(EXERCISE REQUIREMENTS): Among the entries below, one stretch runs from the line that contains "source.users.outsider, pinId, body)).status).toBe(404);" through the line that contains "const [stored] = await snapshots(source);". Repeat that stretch exactly, ends included, and only that.

[Collected data entries]

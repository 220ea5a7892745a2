// Saved views on pins (issue 18 item 2): the viewer's view and its snapshot PNG are saved on a pin by the people the
// rule book allows, restored from GET, written into the exported BCF viewpoint, and survive export → import into a
// fresh project → export (same topics, comments and viewpoints, snapshot included).
import { randomUUID } from "node:crypto";
import { and, eq } from "drizzle-orm";
import { afterAll, beforeAll, describe, expect, it } from "vitest";
import { GET as exportBcf } from "@/app/api/projects/[projectId]/exports/pins.bcf/route";
import { POST as createRevision } from "@/app/api/projects/[projectId]/models/route";
import { POST as importBcf } from "@/app/api/projects/[projectId]/pins/bcf/route";
import { GET as getView, PUT as putView } from "@/app/api/projects/[projectId]/pins/[pinId]/viewpoint/route";
import { listPinsForBcf } from "@/db/queries/bcf";
import { attachments, pins } from "@/db/schema";
import { createPin } from "@/lib/commands/create-pin";
import { postComment } from "@/lib/commands/post-comment";
import { readBcf, type BcfFile } from "@/lib/bcf";
import { memberGlobalId } from "@/lib/ifc/guid";
import { readSnapshot } from "@/lib/commands/stored-files";
import { closeDb, getDb, requireIntegrationEnv } from "../support/db";
import { createProjectFixture, type FixtureUser, type ProjectFixture } from "../support/fixtures";
import { buildRequest, routeContext, sessionCookie } from "../support/session";

// A 1x1 PNG (common-practice test image; PNG signature per the W3C PNG specification §5.2).
const PNG = Buffer.from("iVBORw0KGgoAAAANSUhEUgAAAAEAAAABCAYAAAAfFcSJAAAADUlEQVR42mP8z8BQDwAEhQGAhKmMIQAAAABJRU5ErkJggg==", "base64");
const dataUrl = (bytes: Buffer) => `data:image/png;base64,${bytes.toString("base64")}`;

let source: ProjectFixture;
let target: ProjectFixture;
let pinId: string;
// The generated grid's members are named alike in both projects, so the selected member survives the round trip.
const view = {
  camera: { position: [14, -9, 11] as [number, number, number], target: [3, 3, 0] as [number, number, number], up: [0, 0, 1] as [number, number, number], fieldOfView: 50 },
  result: "ULS",
  colouring: "forceState",
  sectionBox: { min: [0, 0, -1] as [number, number, number], max: [6, 3, 2] as [number, number, number] },
};
let member: string;

async function generate(p: ProjectFixture) {
  const body = { kind: "generate", params: { name: "Test grid", spanX: 6, spanY: 6, module: 3, depth: 1.5 } };
  const response = await createRevision(await buildRequest(`/api/projects/${p.projectId}/models`, { method: "POST", body, user: p.users.structural_engineer }), routeContext({ projectId: p.projectId }));
  expect(response.status).toBe(202);
}
const viewUrl = (p: ProjectFixture, id: string) => `/api/projects/${p.projectId}/pins/${id}/viewpoint`;
const put = async (p: ProjectFixture, user: FixtureUser, id: string, body: unknown) => putView(await buildRequest(viewUrl(p, id), { method: "PUT", user, body }), routeContext({ projectId: p.projectId, pinId: id }));
const get = async (p: ProjectFixture, user: FixtureUser, id: string) => getView(await buildRequest(viewUrl(p, id), { user }), routeContext({ projectId: p.projectId, pinId: id }));
async function exported(p: ProjectFixture): Promise<Uint8Array> {
  const response = await exportBcf(await buildRequest(`/api/projects/${p.projectId}/exports/pins.bcf`, { user: p.users.viewer }), routeContext({ projectId: p.projectId }));
  expect(response.status).toBe(200);
  return new Uint8Array(await response.arrayBuffer());
}
async function upload(p: ProjectFixture, user: FixtureUser, bytes: Uint8Array) {
  const headers = new Headers({ "content-type": "application/octet-stream", cookie: await sessionCookie(user) });
  return importBcf(new Request(new URL(`/api/projects/${p.projectId}/pins/bcf`, "http://127.0.0.1"), { method: "POST", headers, body: Buffer.from(bytes) }), routeContext({ projectId: p.projectId }));
}
const snapshots = (p: ProjectFixture) => getDb().select().from(attachments).where(and(eq(attachments.projectId, p.projectId), eq(attachments.purpose, "snapshot")));
// Camera vectors are compared to 1e-9 (the target is rebuilt from position and direction on import).
const round = (value: unknown): unknown => (typeof value === "number" ? Number(value.toFixed(9)) : Array.isArray(value) ? value.map(round) : value && typeof value === "object" ? Object.fromEntries(Object.entries(value).map(([k, v]) => [k, round(v)])) : value);
/** What must survive a round trip: topics, comments and viewpoints (camera, selection, planes, snapshot bytes). */
const content = (file: BcfFile) =>
  file.topics.map((t) => ({
    guid: t.guid,
    title: t.title,
    status: t.status,
    comments: t.comments.map((c) => ({ guid: c.guid, text: c.text })),
    viewpoints: t.viewpoints.map((v) => ({ guid: v.guid, camera: round(v.camera), selection: v.selection, clippingPlanes: v.clippingPlanes, snapshot: v.snapshot ? Buffer.from(v.snapshot).toString("base64") : null })),
  }));

beforeAll(async () => {
  requireIntegrationEnv();
  source = await createProjectFixture("view-source");
  target = await createProjectFixture("view-target");
  await generate(source);
  await generate(target);
  const { architect, structural_engineer: structural } = source.users;
  pinId = randomUUID();
  member = "TCX-0-0";
  await createPin({ projectId: source.projectId, authorId: architect.id, authorName: architect.name, input: { id: pinId, anchor: { kind: "member", id: member }, revisionId: null, title: "Rooflight kerb on this chord?", discipline: "architectural", body: "Kerb at grid B." } });
  await postComment({ id: randomUUID(), projectId: source.projectId, pinId, authorId: structural.id, authorName: structural.name, body: "Possible with a collar; advisory, the engineer of record decides.", kind: "comment" });
});
afterAll(closeDb);

describe("saved views on pins", () => {
  it("refuses outsiders (404), viewers (403) and a member who neither raised the pin nor may close threads (403)", async () => {
    const body = { viewpoint: view, snapshot: dataUrl(PNG) };
    expect((await put(source, source.users.outsider, pinId, body)).status).toBe(404);
    expect((await put(source, source.users.viewer, pinId, body)).status).toBe(403);
    const mep = await put(source, source.users.mep_engineer, pinId, body);
    expect(mep.status).toBe(403);
    expect((await mep.json()).error).toContain("pin's author");
    expect((await put(source, source.users.architect, randomUUID(), body)).status).toBe(404);
    expect((await (await get(source, source.users.mep_engineer, pinId)).json())).toEqual({ viewpoint: null, snapshotUrl: null, canSave: false });
    expect(await snapshots(source)).toEqual([]);
  });

  it("a snapshot that is not a PNG is a 400 and nothing is stored; a snapshot id sent by the client is ignored", async () => {
    const exe = Buffer.concat([Buffer.from("MZ"), Buffer.alloc(200)]);
    const refused = await put(source, source.users.architect, pinId, { viewpoint: view, snapshot: dataUrl(exe) });
    expect(refused.status).toBe(400);
    expect(await snapshots(source)).toEqual([]);
    const [row] = await getDb().select({ viewpoint: pins.viewpoint }).from(pins).where(eq(pins.id, pinId));
    expect(row.viewpoint).toBeNull();
    const foreign = await put(source, source.users.architect, pinId, { viewpoint: { ...view, snapshotId: randomUUID() } });
    expect(foreign.status).toBe(200);
    const [after] = await getDb().select({ viewpoint: pins.viewpoint }).from(pins).where(eq(pins.id, pinId));
    expect(after.viewpoint).not.toHaveProperty("snapshotId");
  });

  it("the pin's author saves the view with its snapshot; GET restores it with a link to the snapshot", async () => {
    const saved = await put(source, source.users.architect, pinId, { viewpoint: { ...view, selectedMember: member }, snapshot: dataUrl(PNG) });
    expect(saved.status).toBe(200);
    expect(await saved.json()).toEqual({ viewpoint: { ...view, selectedMember: member }, snapshot: true });
    const answer = await (await get(source, source.users.viewer, pinId)).json();
    expect(answer.viewpoint).toEqual({ ...view, selectedMember: member });
    expect(answer.snapshotUrl).toMatch(/^https?:\/\//);
    expect(answer.canSave).toBe(false);
    expect((await (await get(source, source.users.structural_engineer, pinId)).json()).canSave).toBe(true);
    const [stored] = await snapshots(source);
    expect(Buffer.from((await readSnapshot({ projectId: source.projectId, attachmentId: stored.id }))!)).toEqual(PNG);
  });

  it("round trip: the export carries the viewpoint with its snapshot; import into a fresh project and export again give the same topics, comments and viewpoints", async () => {
    const first = readBcf(await exported(source)).file!;
    const [topic] = first.topics;
    expect(topic.viewpoints).toHaveLength(1);
    expect(topic.viewpoints[0].selection).toEqual([memberGlobalId(member)]);
    expect(topic.viewpoints[0].clippingPlanes).toHaveLength(6);
    expect(Buffer.from(topic.viewpoints[0].snapshot!)).toEqual(PNG);

    const response = await upload(target, target.users.architect, await exported(source));
    expect(response.status).toBe(201);
    // The pin's opening text and the reply: two comments.
    expect(await response.json()).toEqual({ pinsCreated: 1, commentsAdded: 2, topicsKnown: 0 });
    const [imported] = await listPinsForBcf({ projectId: target.projectId });
    expect(imported.pin.viewpoint?.selectedMember).toBe(member);
    expect(Buffer.from((await readSnapshot({ projectId: target.projectId, attachmentId: imported.pin.viewpoint!.snapshotId! }))!)).toEqual(PNG);

    const again = readBcf(await exported(target)).file!;
    expect(content(again)).toEqual(content(first));
    // A second import stores no second snapshot.
    await upload(target, target.users.architect, await exported(source));
    expect(await snapshots(target)).toHaveLength(1);
  });

  it("saving the view again replaces its snapshot: the old file and its record are removed", async () => {
    const [before] = await snapshots(source);
    const again = await put(source, source.users.structural_engineer, pinId, { viewpoint: view, snapshot: dataUrl(PNG) });
    expect(again.status).toBe(200);
    const after = await snapshots(source);
    expect(after).toHaveLength(1);
    expect(after[0].id).not.toBe(before.id);
    expect(await readSnapshot({ projectId: source.projectId, attachmentId: before.id })).toBeUndefined();
  });
});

(RESPONSE AREA):
    expect((await put(source, source.users.outsider, pinId, body)).status).toBe(404);
    expect((await put(source, source.users.viewer, pinId, body)).status).toBe(403);
    const mep = await put(source, source.users.mep_engineer, pinId, body);
    expect(mep.status).toBe(403);
    expect((await mep.json()).error).toContain("pin's author");
    expect((await put(source, source.users.architect, randomUUID(), body)).status).toBe(404);
    expect((await (await get(source, source.users.mep_engineer, pinId)).json())).toEqual({ viewpoint: null, snapshotUrl: null, canSave: false });
    expect(await snapshots(source)).toEqual([]);
  });

  it("a snapshot that is not a PNG is a 400 and nothing is stored; a snapshot id sent by the client is ignored", async () => {
    const exe = Buffer.concat([Buffer.from("MZ"), Buffer.alloc(200)]);
    const refused = await put(source, source.users.architect, pinId, { viewpoint: view, snapshot: dataUrl(exe) });
    expect(refused.status).toBe(400);
    expect(await snapshots(source)).toEqual([]);
    const [row] = await getDb().select({ viewpoint: pins.viewpoint }).from(pins).where(eq(pins.id, pinId));
    expect(row.viewpoint).toBeNull();
    const foreign = await put(source, source.users.architect, pinId, { viewpoint: { ...view, snapshotId: randomUUID() } });
    expect(foreign.status).toBe(200);
    const [after] = await getDb().select({ viewpoint: pins.viewpoint }).from(pins).where(eq(pins.id, pinId));
    expect(after.viewpoint).not.toHaveProperty("snapshotId");
  });

  it("the pin's author saves the view with its snapshot; GET restores it with a link to the snapshot", async () => {
    const saved = await put(source, source.users.architect, pinId, { viewpoint: { ...view, selectedMember: member }, snapshot: dataUrl(PNG) });
    expect(saved.status).toBe(200);
    expect(await saved.json()).toEqual({ viewpoint: { ...view, selectedMember: member }, snapshot: true });
    const answer = await (await get(source, source.users.viewer, pinId)).json();
    expect(answer.viewpoint).toEqual({ ...view, selectedMember: member });
    expect(answer.snapshotUrl).toMatch(/^https?:\/\//);
    expect(answer.canSave).toBe(false);
    expect((await (await get(source, source.users.structural_engineer, pinId)).json()).canSave).toBe(true);
    const [stored] = await snapshots(source);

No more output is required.